Sorry @cmungall but I don’t think we’ve yet engaged a group of authoritative voices who can help guide us towards an “official” decision. I think the best way forwards is to get one or more people who are willing to actively participate in this discussion, demonstrate that they’re an authority, and ultimately take responsibility for the correctness of the Bioregistry record.

I wouldn’t say I’ve agreed to anything for now. I think given the large disagreement here and heterogeneity in how this is done in practice, I’m not sure it would be wise to make your proposed change in the Bioregistry yet.

bgyori commented 2 weeks ago

My read of the conversation above is that setting aside stylistic preferences (it sounds from the above like @cthoyt @cmungall and I all agree not having dashes is more appealing), the "reality on the ground" is that dashes are used in key resources referencing these IDs and therefore considering the use of dashes to be valid is the pragmatic way forward.

JervenBolleman commented 2 weeks ago

@redaschi asked me to have a look if I could find why we at UniProt use the dash approach. I can answer: that is how it has been since the beginning of our RCS, CVS and GIT repositories. i.e. introduced sometime before 1995. This continued into the UniProt RDF since it's first code/data check-in.

cthoyt commented 2 weeks ago

Based on the above comment from Amos that the IUBMB Enzyme Nomenclature Committee is the authority on this topic and Kristian's suggestion to reach out to Andrew McDonald, I did some internet sleuthing to identify some members of that organization and reached out to them by email (I don't believe any of them are on GitHub).

I'll report when I hear back from them and try to get them to join this public discussion on GitHub.

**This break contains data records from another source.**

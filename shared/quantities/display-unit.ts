import { type KnownUnit, type Qualifier } from './known-units';
import { shiftDecimal } from './shift-decimal';
import { plainText, readUnitText } from './unit-text';

/** A unit of a plan that the product does not know. */
export class UnitNotKnown extends RangeError {
  override readonly name = 'UnitNotKnown';

  constructor(
    /** The unit as given. */
    readonly unit: string,
  ) {
    super(
      `unit “${unit}” is not known here. Use V, V p-p, A, W, Ω, F, H, Hz, s, m, N, K, °C or %, with or without a prefix.`,
    );
  }
}

/** A display unit taken apart. */
export interface UnitParts {
  /** The unit without prefix; null for a plain number. */
  unit: KnownUnit | null;
  qualifier: Qualifier | null;
  /** Places from the display unit to SI base units: 6 for MΩ, −2 for %. */
  places: number;
}

/** The unit a characteristic is shown and typed in. */
export interface DisplayUnit {
  /** SI base units in one display unit: 1e6 for MΩ, 0.01 for %. */
  factor: number;
  /** As shown behind a number. */
  label: string;
  /** The unit values are kept in: Ω for MΩ, V p-p for mV p-p, "" for % and plain numbers. */
  base: string;
}

/** Units are few and asked for with every value; so many of them are remembered. */
const MOST_REMEMBERED = 500;
const remembered = new Map<string, UnitParts>();

/**
 * Takes a display unit apart. An empty unit is a plain number.
 *
 * @throws {UnitNotKnown}
 */
export function unitParts(unit: string): UnitParts {
  const known = remembered.get(unit);
  if (known) return known;
  const parts = takenApart(unit);
  if (remembered.size < MOST_REMEMBERED) remembered.set(unit, parts);
  return parts;
}

function takenApart(unit: string): UnitParts {
  const text = plainText(unit);
  if (text === '') return { unit: null, qualifier: null, places: 0 };
  const { readings, qualifier } = readUnitText(text);
  const reading = readings.find((each) => each.unit !== null);
  if (reading === undefined) throw new UnitNotKnown(unit);
  return { ...reading, qualifier };
}

/**
 * What a display unit means: "MΩ", "%", "mm", "V p-p".
 *
 * @throws {UnitNotKnown}
 */
export function displayUnit(unit: string): DisplayUnit {
  const parts = unitParts(unit);
  const symbol = parts.unit === null || parts.unit.places !== 0 ? '' : parts.unit.symbol;
  const base = parts.qualifier === null ? symbol : `${symbol} ${parts.qualifier}`;
  return { factor: shiftDecimal(1, parts.places), label: unit.trim(), base };
}

/**
 * A value in SI base units, in its display unit.
 *
 * @throws {UnitNotKnown}
 */
export function inDisplayUnit(value: number, unit: string): number {
  return shiftDecimal(value, -unitParts(unit).places);
}

/**
 * A value in its display unit, in SI base units.
 *
 * @throws {UnitNotKnown}
 */
export function fromDisplayUnit(value: number, unit: string): number {
  return shiftDecimal(value, unitParts(unit).places);
}
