import { type Budget, type BudgetReading } from '#shared/contract/budgets';
import { type Characteristic } from '#shared/contract/plans';
import { openPage } from '../../../testing/open-page';
import { BudgetPage } from './budget-page';

const LOADED: Characteristic = {
  kind: 'measured',
  key: 'loaded',
  name: 'Voltage at full load',
  class: 'major',
  condition: 'at 500 mA',
  method: '',
  caution: '',
  ownLevel: null,
  ownAql: null,
  unit: 'V',
  decimals: 2,
  target: 12,
  lowerLimit: 11.4,
  upperLimit: 12.6,
  entryMode: 'direct',
  measurand: 'loaded-voltage',
  alternatePeaks: 'worst',
  instrumentKind: 'multimeter',
};

const READING: BudgetReading = {
  id: '0197a000-0000-7000-8000-000000000000',
  input: null,
  characteristic: LOADED,
  value: 12.58,
  entry: { kind: 'direct', text: '12,58', decimalComma: true },
  attempt: 2,
  withdrawn: false,
  takenAt: '2026-03-12T08:00:00.000Z',
  takenBy: 'M. Aldoush',
  rack: null,
  expandedUncertainty: 0.0926,
  instrument: {
    id: 3,
    assetNumber: 'MM-07',
    kind: 'multimeter',
    description: 'Bench multimeter',
    range: {
      id: 9,
      form: 'digital',
      name: '20 V',
      unit: 'V',
      current: 'dc',
      fullScale: 20,
      resolution: 0.01,
      ofReading: 0.005,
      ofRange: 0,
      counts: 2,
    },
    calibration: {
      calibratedOn: '2026-02-01',
      dueOn: '2027-02-01',
      laboratory: 'Aldernau Metrology',
      certificateNumber: 'C-2',
      asFound: 'in-tolerance',
    },
  },
};

const BUDGET: Budget = {
  lot: { id: 4, number: 'L-26-0412', part: 'WA-12-500' },
  unit: 17,
  characteristic: LOADED,
  decisionRule: 'non-binary',
  coverageFactor: 2,
  value: 12.58,
  readings: [READING],
  unknown: '',
  result: {
    lines: [
      {
        line: 1,
        source: 'Accuracy of 20 V',
        input: null,
        distribution: 'rectangular',
        halfWidth: 0.08,
        divisor: '√3',
        standardUncertainty: 0.0462,
        sensitivity: 1,
        contribution: 0.0462,
        degreesOfFreedom: null,
        share: 0.996,
        note: null,
      },
    ],
    standardUncertainty: 0.0463,
    degreesOfFreedom: null,
    expandedUncertainty: 0.0926,
    coverage: 'One rectangular component dominates.',
    guardBand: 0.0926,
    accepted: { lower: 11.4926, upper: 12.5074 },
    fineness: { kind: 'ratio', ratio: 6.48, coarse: false },
    conformityProbability: 0.667,
    verdict: 'conditional',
    side: 'inside',
  },
};

const ADDRESS = '/api/lots/4/units/17/budgets/loaded';

async function openBudget(budget: object = BUDGET) {
  const page = await openPage(BudgetPage, ['quality'], { id: 4, unit: 17, key: 'loaded' });
  await page.answer(ADDRESS, budget);
  return page;
}

describe('BudgetPage', () => {
  it('lays the budget out line by line, down to U', async () => {
    const text = (await openBudget()).text();
    for (const shown of ['Accuracy of 20 V', '80.0 mV', '√3', '46.2 mV', '100 %', '∞', '92.6 mV', '± 0.09 V'])
      expect(text).toContain(shown);
  });

  it('says how the rule judges the value, in words', async () => {
    const text = (await openBudget()).text();
    expect(text).toContain('Conditional');
    expect(text).toContain('within the limits, but nearer to one than U');
    expect(text).toContain('66.7 %');
    expect(text).toContain('11.49 to 12.51 V');
  });

  it('names the reading as it was typed, its range and the calibration that held then', async () => {
    const page = await openBudget();
    expect(page.text()).toContain('typed 12,58');
    expect(page.text()).toContain('±(0.5 % of reading + 2 counts of 10 mV)');
    expect(page.text()).toContain('C-2 of 2026-02-01, Aldernau Metrology, due 2027-02-01');
    expect(page.element.querySelector('a[href="/instruments/3"]')?.textContent).toBe('MM-07');
  });

  it('says which errors lines share, and which readings feed what is computed', async () => {
    const computed: Characteristic = {
      ...{ key: 'regulation', name: 'Load regulation', class: 'minor', condition: '', method: '', caution: '' },
      ...{ ownLevel: null, ownAql: null, unit: '%', decimals: 1, target: null, lowerLimit: null, upperLimit: 0.5 },
      kind: 'computed',
      formula: { key: 'load-regulation', inputs: { no_load: 'no_load', loaded: 'loaded' }, constants: {} },
    };
    const [line] = BUDGET.result?.lines ?? [];
    const lines = [
      { ...line, input: 'no_load', sensitivity: 0.0833, note: 'The same error as in line 2: it cancels in part.' },
      { ...line, line: 2, input: 'loaded', sensitivity: -0.117, share: null },
    ];
    const page = await openBudget({
      ...BUDGET,
      characteristic: computed,
      readings: [
        { ...READING, input: 'no_load' },
        { ...READING, id: '0197a000-0000-7000-8000-000000000001', input: 'loaded' },
      ],
      result: { ...BUDGET.result, lines },
    });
    expect(page.text()).toContain('Line 1 The same error as in line 2: it cancels in part.');
    expect(page.text()).toContain('8.33 %/V');
    expect(page.text()).toContain('−11.7 %/V');
    const titles = [...page.element.querySelectorAll('qr-budget-sources h2')].map((each) => each.textContent);
    expect(titles).toEqual([
      expect.stringContaining('Voltage without load'),
      expect.stringContaining('Voltage at full load'),
    ]);
  });

  it('makes up nothing where the uncertainty is not known', async () => {
    const page = await openBudget({ ...BUDGET, result: null, unknown: 'The instrument has no range for this.' });
    expect(page.text()).toContain('The instrument has no range for this.');
    expect(page.element.querySelector('qr-budget-table')).toBeNull();
    expect(page.text()).toContain('MM-07');
  });
});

kaxelsen commented 2 weeks ago

I am member of the IUBMB nomenclature committee (https://iupac.qmul.ac.uk/jcbn/membr.html), and I don't think that IUBMB can help you make SIB or other sites change the way they write partial EC numbers in their data. I suggest you note what Nicole Redaschi wrote above. She is Head of Software Development in the Swiss-Prot group.

ialarmedalien commented 2 weeks ago

Just for another perspective (because everyone wants to hear more opinions on this issue!): back when I was curating GO, EC:1.15 would be used for the term that was equivalent to the EC grouping term (e.g. "oxidoreductase, acting on superoxide as acceptor"), and EC:1.15.-.- would be used for an enzyme activity that could be classified to that level but for which further classification was not possible. The most common case would be where the last part was a - as EC didn't yet have an entry for the enzyme but a paper or some other resource (e.g. MetaCyc) had provided a partial classification.

Looks like GO backfilled the partial ECs representing the EC categories so all that beautiful nuance has been lost...

cmungall commented 6 days ago

@ialarmedalien - in fact GO is using SSSOM/skos predicates to capture whether the relation is exact/broad/narrow, so no need for a convention with the IDs!